Why Custom IOCs Make More Sense Than Generic IOCs
Mostly derived from threat intelligence, incident response investigations, or security assessments, custom IOCs are specific to an organization’s risk posture. They are typically categorized into four main types:
- Network-based IOCs, such as unusual IP addresses or port scans;
- Host-based, including suspicious processes or file modifications;
- File-based, like malicious file hashes or unusual file paths; and
- Behavioral IOCs, which encompass abnormal user or system behavior.
Security platforms and security service providers are known to subscribe to generic IOCs from various threat intelligence sources. However, these IOCs deliver fairly limited operational value for the above reasons.
Instead, it would make a whole lot more sense if the security platform or the SOC allows security professionals to incorporate custom IOCs in their threat detection and hunting workflows. There are numerous benefits to this approach:
- Enhanced Threat Hunting
Custom IOCs are lower in volume, which means lower noise and false positives, better resource utilization, greater contextual awareness, and improved detection rates. By focusing on IOCs that matter most, security teams can significantly boost threat detection rates and lower threat response times.

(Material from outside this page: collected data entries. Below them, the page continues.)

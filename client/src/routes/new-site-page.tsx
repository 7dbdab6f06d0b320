import { NewSiteForm } from '../features/sites/components/new-site-form.tsx';
import { SettingsTabs } from './settings-tabs.tsx';

export default function NewSitePage() {
  return (
    <>
      <SettingsTabs />
      <NewSiteForm />
    </>
  );
}
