import { useQuery } from '@tanstack/react-query';
import { UnknownAddress } from '../components/layout/unknown-address.tsx';
import { Answer } from '../components/ui/answer.tsx';
import { probeDetail } from '../features/probes/api.ts';
import { ProbeLoading } from '../features/probes/components/probe-loading.tsx';
import { paths } from '../paths.ts';
import { ProbePageContent } from './probe-page-content.tsx';
import { useIdParam } from './use-id-param.ts';

/** Everything about one probe. */
export default function ProbePage() {
  const id = useIdParam('id');
  const query = useQuery({ ...probeDetail(id ?? 0), enabled: id !== null });
  const unknown = <UnknownAddress home={paths.probes.to()} />;
  if (id === null) return unknown;
  return (
    <Answer query={query} what="the probe" loading={<ProbeLoading />} missing={unknown}>
      {(probe) => <ProbePageContent key={probe.id} probe={probe} />}
    </Answer>
  );
}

- Targeted Threat Intelligence
Security teams can tailor their threat-hunting approaches around unique operational needs and emerging threats to ensure their threat intelligence is relevant, contextual, and timely. This enables them to adapt to emerging threats faster and identify potential risks that may not be covered by generic, out-of-the-box threat intelligence feeds.
- Boosted Supply Chain Security
By ingesting custom IOCs related to specific third parties, security teams can better manage vulnerabilities linked to external vendors, suppliers, and channel partners. Security teams can effectively monitor and identify the risks associated with the supply chain, thereby improving the overall security posture in the supply chain.

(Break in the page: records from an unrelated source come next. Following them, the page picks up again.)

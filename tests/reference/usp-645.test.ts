/** USP <645> Water Conductivity, stage 1 table. Provenance: from memory, confidence high. */
import { expect, it } from 'vitest';
import { stageOneLimit } from '../../shared/science/pharmacopoeia-water.ts';

it.each([
  [0, 0.6],
  [5, 0.8],
  [10, 0.9],
  [15, 1.0],
  [20, 1.1],
  [25, 1.3],
  [30, 1.4],
  [35, 1.5],
  [40, 1.7],
  [45, 1.8],
  [50, 1.9],
  [55, 2.1],
  [60, 2.2],
  [65, 2.4],
  [70, 2.5],
  [75, 2.7],
  [80, 2.7],
  [85, 2.7],
  [90, 2.7],
  [95, 2.9],
  [100, 3.1],
])('the stage 1 limit from %d degC up is %d uS/cm', (t, limit) => {
  expect(stageOneLimit(t)).toBe(limit);
  if (t < 100) expect(stageOneLimit(t + 4.9)).toBe(limit);
});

- Greater Alignment with Industry or Geographical Needs
Importing custom IOC lists (such as malicious IPs from a specific geography), other industry-specific feeds, and findings from internal investigations provide a more targeted solution for threats unique to an organization’s environment, geographical footprint, or threat landscape.
- Better Protection for Critical Infrastructure and Assets
As manufacturers and other critical infrastructure organizations embrace digitalization and adopt IoT and other smart technologies, they significantly expand their attack surface. Using custom IOCs, security teams can deploy targeted solutions to better detect and interpret signals or red flags in critical infrastructure assets or devices.
- Improved Adherence to Regulatory and Compliance Requirements
Custom IOCs provide a mechanism to address specific regulatory or compliance requirements. For example, custom IOCs that detect unauthorized logins or data exfiltration activities can help address threat detection requirements of frameworks such as PCI-DSS, GDPR, NIST, etc. This approach boosts security and provides improved analytics and reporting, enabling organizations to prove compliance during audits.
To conclude, attacker techniques, tactics, and procedures (TTPs) constantly evolve. Generic IOCs could be more seriously effective in mitigating organization-specific threats. The ability to internalize and operationalize customized threat intelligence as part of a holistic security system is no longer a luxury; it’s a necessity.